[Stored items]
══════════
export interface ShuffleOptions {
  /** Input files; '-' reads standard input. */
  inputs: string[];
  /** Output folder; must not exist or be empty unless `force`. */
  out: string;
  /** Any non-empty text. Default: a fixed seed, so a run is always reproducible. */
  seed?: string;
  /** Number of partition files (per split). Default 1. */
  partitions?: number;
  /** Column(s) to stratify on. A column may be written `name:bins=Q` for Q quantile bins. */
  stratify?: string | string[];
  /**
   * Largest allowed relative deviation of a stratum's share in any part or fold. Default 0.5.
   * Not applied with `assign: 'hash'` (class shares are then reported, not enforced).
   */
  tolerance?: number;
  /** Number of cross-validation folds; appends a fold column. */
  folds?: number;
  /** Name of the appended fold column. Default 'fold'. */
  foldColumn?: string;
  /**
   * Named splits: 'train=0.8,valid=0.1,test=0.1' or { train: 0.8, … }. Weights are fractions
   * (written with a decimal point; in an object, numbers that are not whole) that add up to 1
   * within 1e-9, or record counts (whole numbers); one split may be '*', the rest.
   */
  split?: string | Record<string, number | '*'>;
  /** Keep all records with the same value of this column in one part. */
  group?: string;
  /** Columns whose values identify a record (for `assign: 'hash'`, and stable keys). */
  key?: string | string[];
  /**
   * 'exact' quotas (default) or 'hash': a record's part is a pure function of its key and the
   * seed, so appended records never move old ones; class shares and part sizes are then what
   * the hash gives (reported in the manifest, not enforced).
   */
  assign?: 'exact' | 'hash';
  /**
   * Order of the records inside each part: 'random' (default: a uniformly random order, also
   * with `group` or `assign: 'hash'`, whose records share a part but not a place in it),
   * 'spread' (every class spread evenly through each part; see docs/design.md for the exact
   * guarantee) or 'grouped' (records of one group or key next to each other, in input order,
   * groups in random order; needs `group` or `assign: 'hash'`).
   */
  order?: PartOrder;
  /**
   * Memory budget in bytes, or text like '64MiB', '1GiB'. Default: a quarter of the memory
   * available when the run starts, from 128 MiB to 16 GiB (src/io/memory-available.ts).
   */
  memory?: number | string;
  /**
   * Worker threads. Default: the number of cores, or none for inputs under 32 MiB, 192 MiB on
   * two cores or fewer without `stats` (starting threads costs more than it saves there). 0 does
   * all the work on the calling thread.
   */
  threads?: number;
  /** Folder for spill files. Default: beside the output folder. */
  tempDir?: string;
  /** Default: from the file names, else from the first bytes (see docs/errors.md, "Formats"). */
  format?: InputFormat;
  delimiter?: string;
  /** First line is a header. Default true. */
  header?: boolean;
  /** Write gzip-compressed parts. */
  gzip?: boolean;
  /** Their compression level, 1 (fastest) to 9 (smallest). Default 6, gzip's own. Only with `gzip`. */
  gzipLevel?: number;
  onBadRecord?: BadRecordPolicy;
  /** Replace an existing non-empty output folder. */
  force?: boolean;
  /** Leave data values (class names, frequent values) out of the manifest. */
  excludeValues?: boolean;
  /**
   * Per-column statistics (type, missing, min/max/mean/sd, distinct and frequent values) of the
   * whole input and of every part, in the manifest. Default false: they cost about twice the
   * shuffle itself. `profile()` gives the input's statistics alone, faster.
   */
  stats?: boolean;
  /** Also write `report.html` (the manifest as a page of charts and tables) into the output folder. Default false. */
  report?: boolean;
  onProgress?: (e: ProgressEvent) => void;
  /**
   * Told, in one line each, what the run cleaned up that was not its own (work folders of killed
   * runs, a dead run's lock), warnings about the result (parts far from their sizes with
   * `group`) and, when a signal stops it, what it removed. Default: nothing is said, except the
   * line of a signal, which goes to stderr.
   */
  onNotice?: (text: string) => void;
}

export type PartOrder = 'random' | 'spread' | 'grouped';
export const PART_ORDERS: readonly PartOrder[] = ['random', 'spread', 'grouped'];

export interface StratifyColumn {
  name: string;
  /** Quantile bins for a numeric column, or 0 for plain values. */
  bins: number;
}

export interface ResolvedShuffleOptions {
  inputs: string[];
  out: string;
  seed: string;
  seedWasDefault: boolean;
  partitions: number;
  stratify: StratifyColumn[];
  tolerance: number;
  folds: number;
  foldColumn: string | null;
  splits: SplitSpec[];
  splitsAreCounts: boolean;
  /** Index of the split given as '*' (the rest) among record counts, or -1 (fractions: the rest is resolved here). */
  restSplit: number;
  group: string | null;
  key: string[];
  assign: 'exact' | 'hash' | 'group';
  order: PartOrder;
  memory: number;
  /** No budget was given: `memory` is the machine's default. */
  memoryIsDefault: boolean;
  threads: number;
  tempDir: string | null;
  format: InputFormat | null;
  delimiter: string | null;
  header: boolean;
  gzip: boolean;
  gzipLevel: number;
  onBadRecord: BadRecordPolicy;
  force: boolean;
  excludeValues: boolean;
  stats: boolean;
  report: boolean;
  onProgress: ((e: ProgressEvent) => void) | null;
  onNotice: ((text: string) => void) | null;
  /** Who passed the options: messages of the run name them as the caller wrote them. */
  surface: Surface;
}

// --- stratify ------------------------------------------------------------------------------------

const STRATIFY_EXPECTED = 'column names, as "a,b" or ["a", "b"], each given once; COLUMN:bins=Q with Q from 2 to 1000 for quantile bins';

/** `a,b:bins=4` -> columns with their bins; each column once. */
export const stratifyValue: Pick<OptionDef<StratifyColumn[]>, 'check' | 'text'> = {
  text: true,
  check: (v, c) => {
    let items: unknown[];
    if (typeof v === 'string') items = v.split(',');
    else if (Array.isArray(v)) items = v;
    else return c.fail(STRATIFY_EXPECTED, v);
    const cols = items.map((raw): StratifyColumn => {
      if (typeof raw !== 'string' || raw.trim() === '') return c.fail(STRATIFY_EXPECTED, v);
      const item = raw.trim();
      const m = /^(.*):bins=(.*)$/.exec(item);
      if (!m) return { name: item, bins: 0 };
      const bins = /^\d+$/.test(m[2]!) ? Number(m[2]) : NaN;
      if (!Number.isInteger(bins) || bins < 2 || bins > 1000 || m[1]!.trim() === '') return c.fail('COLUMN:bins=Q with Q an integer from 2 to 1000', item);
      return { name: m[1]!.trim(), bins };
    });
    const names = cols.map((x) => x.name);
    const dup = names.find((n, i) => names.indexOf(n) !== i);
    if (dup !== undefined) c.fail(`each column once (${JSON.stringify(dup)} is given twice)`, v);
    return cols;
  },
};

export { isReservedSplitName, parseSplits, SPLIT_SUM_SLACK, type ParsedSplits } from './splits.js';
import { parseSplits } from './splits.js';

// --- the table -----------------------------------------------------------------------------------

const D = 'Dealing';
const O = 'Output and resources';

/** Every option of shuffle(), in the order --help lists them. */
export const SHUFFLE_OPTIONS = {
  inputs: inputsOption,
  partitions: {
    cli: { flag: 'partitions', arg: 'N' },
    section: D,
    help: ['number of partition files (default 1)'],
    ...integerValue(1, 100000),
  },
  split: {
    cli: { flag: 'split', arg: 'NAME=W,...' },
    section: D,
    help: [
      'named splits. W is a fraction (with a decimal point: 0.8), a record',
      'count (a whole number: 8000) or * (the rest, one split at most).',
      'Fractions must add up to 1 (within 1e-9) unless one split is *;',
      'counts must add up to the records unless one is *; the two do not',
      'mix. E.g. train=0.8,valid=0.1,test=0.1 or test=2000,train=*',
    ],
    text: true,
    check: (v: unknown, c: Checker) => {
      // Checked in full, names and weights, then kept as given: the resolver reads it again.
      parseSplits(v as ShuffleOptions['split'], c);
      return v as NonNullable<ShuffleOptions['split']>;
    },
  },
  folds: {
    cli: { flag: 'folds', arg: 'K' },
    section: D,
    help: ['append a fold column (0..K-1), dealt jointly with the partitions'],
    ...integerValue(2, 1000),
  },
  foldColumn: {
    cli: { flag: 'fold-column', arg: 'NAME' },
    section: D,
    help: ['name of that column (default fold)'],
    ...textValue('a column name'),
  },
  stratify: {
    cli: { flag: 'stratify', arg: 'COL[,COL]' },
    section: D,
    help: [
      'keep the class mix of these columns in every part; a numeric column',
      'may be given as COL:bins=Q for Q quantile bins. Missing values form',
      'their own class.',
    ],
    check: (v: unknown, c: Checker) => {
      stratifyValue.check(v, c);
      return v as NonNullable<ShuffleOptions['stratify']>;
    },
    text: true,
  },
  tolerance: {
    cli: { flag: 'tolerance', arg: 'X' },
    section: D,
    help: [
      'largest allowed relative deviation of a class\'s share in any part or',
      'fold from its overall share (default 0.5). Checked before anything is',
      'written; the achieved value is recorded in the manifest. Not applied',
      'with --assign hash',
    ],
    ...numberValue(0, 'a number ≥ 0 (e.g. 0.1 for 10%)'),
  },
  group: {
    cli: { flag: 'group', arg: 'COL' },
    section: D,
    help: [
      'keep all records with the same COL value in one part (whole groups are',
      'dealt, balancing classes as well as they allow; part sizes follow the',
      'groups: a warning says when they stray past --tolerance or a part gets',
      'none); the groups are held in memory beside --memory while they are',
      'placed: ~30 bytes each',
    ],
    ...textValue('a column name'),
  },
  assign: {
    cli: { flag: 'assign', arg: 'exact|hash' },
    section: D,
    help: [
      'exact quotas (default), or hash: a record\'s part is a pure function of',
      'its --key and the seed, so appended records never move old ones. Hash',
      'enforces nothing else: class shares and part sizes are what the hash',
      'gives (about the weights, off by chance on small inputs); --stratify',
      'is then reported, not enforced, and --tolerance does not apply',
    ],
    ...choiceValue(['exact', 'hash'] as const),
  },
  key: {
    cli: { flag: 'key', arg: 'COL[,COL]' },
    section: D,
    help: ['columns that identify a record (required with --assign hash)'],
    check: (v: unknown, c: Checker) => {
      columnsValue().check(v, c);
      return v as NonNullable<ShuffleOptions['key']>;
    },
    text: true,
  },
  order: {
    cli: { flag: 'order', arg: 'random|spread|grouped' },
    section: D,
    help: [
      'order of the records inside each part. random (default): every',
      'order equally likely, also with --group and --assign hash (a group',
      'shares a part, not a place in it). spread: every class spread evenly',
      'through the part: after any number t of records each class has',
      'within one record of t x its share, so any window of w records holds',
      'each class within two of w x its share (needs --stratify; costs one',
      'more write and read of the output). grouped: the records of one',
      'group or key next to each other, in input order, the groups in',
      'random order (needs --group or --assign hash)',
    ],
    ...choiceValue(PART_ORDERS),
  },
  seed: {
    cli: { flag: 'seed', arg: 'TEXT' },
    section: D,
    help: ['any text (default: a fixed seed, printed, so every run is reproducible)'],
    ...textValue('non-empty text'),
  },
  format: formatOption,
  delimiter: delimiterOption,
  header: headerOption,
  onBadRecord: onBadRecordOption,
  out: {
    cli: { flag: 'out', arg: 'DIR' },
    section: O,
    required: 'the folder to write the parts and the manifest to',
    help: [
      'output folder: new, or empty (then it keeps its mode, group and setgid',
      'bit); locked while the run works, so a second run into it fails',
    ],
    ...textValue('an output folder path'),
  },
  force: {
    cli: { flag: 'force' },
    section: O,
    help: [
      'replace a previous output of rowdeck in DIR: only the files its',
      'manifest lists, and only once the new output is complete. Anything',
      'else in DIR stops the run (nothing is touched); refused where DIR is',
      '/, a mount point, the working or home folder or one above them, or',
      'holds an input',
    ],
    ...booleanValue(),
  },
  gzip: {
    cli: { flag: 'gzip' },
    section: O,
    help: [
      'compress parts (.gz) on several cores at once: each part is a series',
      'of gzip members of 1 MiB of its data (smaller with over 16 parts),',
      'which gunzip, zcat and any gzip reader read as one stream',
    ],
    ...booleanValue(),
  },
  gzipLevel: {
    cli: { flag: 'gzip-level', arg: 'N' },
    section: O,
    help: ["with --gzip: 1 (fastest) to 9 (smallest); default 6, gzip's own"],
    ...integerValue(1, 9),
  },
  memory: withHelp(memoryOption, [
    'memory budget, e.g. 64MiB, 2GiB (default: a quarter of the memory',
    'available at start, 128MiB to 16GiB; here now: {memory-default}).',
    'It decides the layout, never the output (see Memory and disk)',
  ]),
  threads: threadsOption,
  tempDir: withHelp(tempDirOption, [
    'where spill files go (default: beside DIR); they take about 1.3x',
    'the input (records plus 24 bytes each: more for short records) and',
    'are removed range by range as the parts are written; there are none',
    'where the spill fits in --memory (the memory layout)',
  ]),
  stats: {
    cli: { flag: 'stats' },
    section: O,
    help: [
      'add per-column statistics of the input and of every part to the',
      'manifest (types, missing, min/max/mean/sd, frequent values); this',
      'adds 35-70% to the run time. Within --memory: with many parts the',
      'parts are read back one at a time for theirs. Each column\'s table',
      'takes up to ~35 KB a thread beside it (2,000 columns: ~70 MB).',
      'rowdeck profile gives the input\'s alone',
    ],
    ...booleanValue(),
  },
  excludeValues: excludeValuesOption,
  report: {
    cli: { flag: 'report' },
    section: O,
    help: [
      'also write DIR/report.html, the manifest as a page of charts and',
      'tables (see rowdeck report --help)',
    ],
    ...booleanValue(),
  },
  onProgress: { cli: null, ...functionValue<(e: ProgressEvent) => void>() },
  onNotice: { cli: null, ...functionValue<(text: string) => void>() },
} satisfies { [K in keyof Required<ShuffleOptions>]: OptionDef<NonNullable<ShuffleOptions[K]>> };
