/** Returns the index just past the JSON value starting at `i` (the value is known to be valid). */
function skipJsonValue(d: Buffer, i: number): number {
  const c = d[i];
  if (c === QUOTE) {
    i++;
    while (d[i] !== QUOTE) i += d[i] === BACKSLASH ? 2 : 1;
    return i + 1;
  }
  if (c === 0x7b /* { */ || c === 0x5b /* [ */) {
    let depth = 0;
    for (;;) {
      const b = d[i];
      if (b === QUOTE) { i = skipJsonValue(d, i); continue; }
      if (b === 0x7b || b === 0x5b) depth++;
      else if (b === 0x7d || b === 0x5d) { depth--; if (depth === 0) return i + 1; }
      i++;
    }
  }
  for (;;) {
    const b = d[i];
    if (b === undefined || b === 0x2c || b === 0x7d || b === 0x5d || isJsonSpace(b)) return i;
    i++;
  }
}

/** An input with a header and nothing else (`seen`: records and refused records counted) is an error. */
export function checkNotHeaderOnly(opts: Pick<RecordReaderOptions, 'format' | 'header' | 'file'>, seen: number): void {
  if (seen === 0 && opts.format !== 'jsonl' && opts.header) {
    const { file } = opts;
    throw new RowdeckError('RDK_HEADER_ONLY', `${file}: the input has a header but no records. Check that the file was fully written, or drop it from the inputs.`, { file, line: 1 });
  }
}

/** The decoded text of wanted field `w` of record `i`: null when missing, '' for an empty CSV field. */
export function fieldText(batch: RecordBatch, i: number, w: number): string | null {
  const k = i * batch.wanted + w;
  const s = batch.fieldStart[k]!, e = batch.fieldEnd[k]!;
  switch (batch.fieldKind[k]) {
    case FieldKind.Missing:
      return null;
    case FieldKind.CsvQuoted:
      return decodeCsvQuoted(batch.data, s, e);
    case FieldKind.JsonString:
      return JSON.parse(batch.data.toString('utf8', s, e)) as string;
    default:
      return batch.data.toString('utf8', s, e);
  }
}

/** RDK_UNKNOWN_COLUMN naming the closest column by edit distance and listing all of them. */
export function unknownColumn(name: string, columns: string[], file: string): RowdeckError {
  let best = '';
  let bestD = Infinity;
  for (const c of columns) {
    const dist = measureEditDistance(name.toLowerCase(), c.toLowerCase());
    if (dist < bestD) { bestD = dist; best = c; }
  }
  const hint = columns.length > 0 ? ` Did you mean "${best}"?` : '';
  const list = columns.length > 40 ? `${columns.slice(0, 40).join(', ')}, … (${columns.length} in all)` : columns.join(', ');
  return new RowdeckError('RDK_UNKNOWN_COLUMN', `${file}: no column named "${name}".${hint} Columns: ${list}.`, { file, column: name, suggestion: best, columns });
}

/** Levenshtein distance. */
export function measureEditDistance(a: string, b: string): number {
  let prev = Array.from({ length: b.length + 1 }, (_, j) => j);
  for (let i = 1; i <= a.length; i++) {
    const cur = [i];
    for (let j = 1; j <= b.length; j++) {
      cur[j] = Math.min(prev[j]! + 1, cur[j - 1]! + 1, prev[j - 1]! + (a[i - 1] === b[j - 1] ? 0 : 1));
    }
    prev = cur;
  }
  return prev[b.length]!;
}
══════════
*Exercise goal*
Among the entries above, copy exactly only the lines starting with the one containing "Default 'fold'. */" and going through the one containing "are then what", both ends included.

*Answer below*
  /** Name of the appended fold column. Default 'fold'. */
  foldColumn?: string;
  /**
   * Named splits: 'train=0.8,valid=0.1,test=0.1' or { train: 0.8, … }. Weights are fractions
   * (written with a decimal point; in an object, numbers that are not whole) that add up to 1
   * within 1e-9, or record counts (whole numbers); one split may be '*', the rest.
   */
  split?: string | Record<string, number | '*'>;
  /** Keep all records with the same value of this column in one part. */
  group?: string;
  /** Columns whose values identify a record (for `assign: 'hash'`, and stable keys). */
  key?: string | string[];
  /**
   * 'exact' quotas (default) or 'hash': a record's part is a pure function of its key and the
   * seed, so appended records never move old ones; class shares and part sizes are then what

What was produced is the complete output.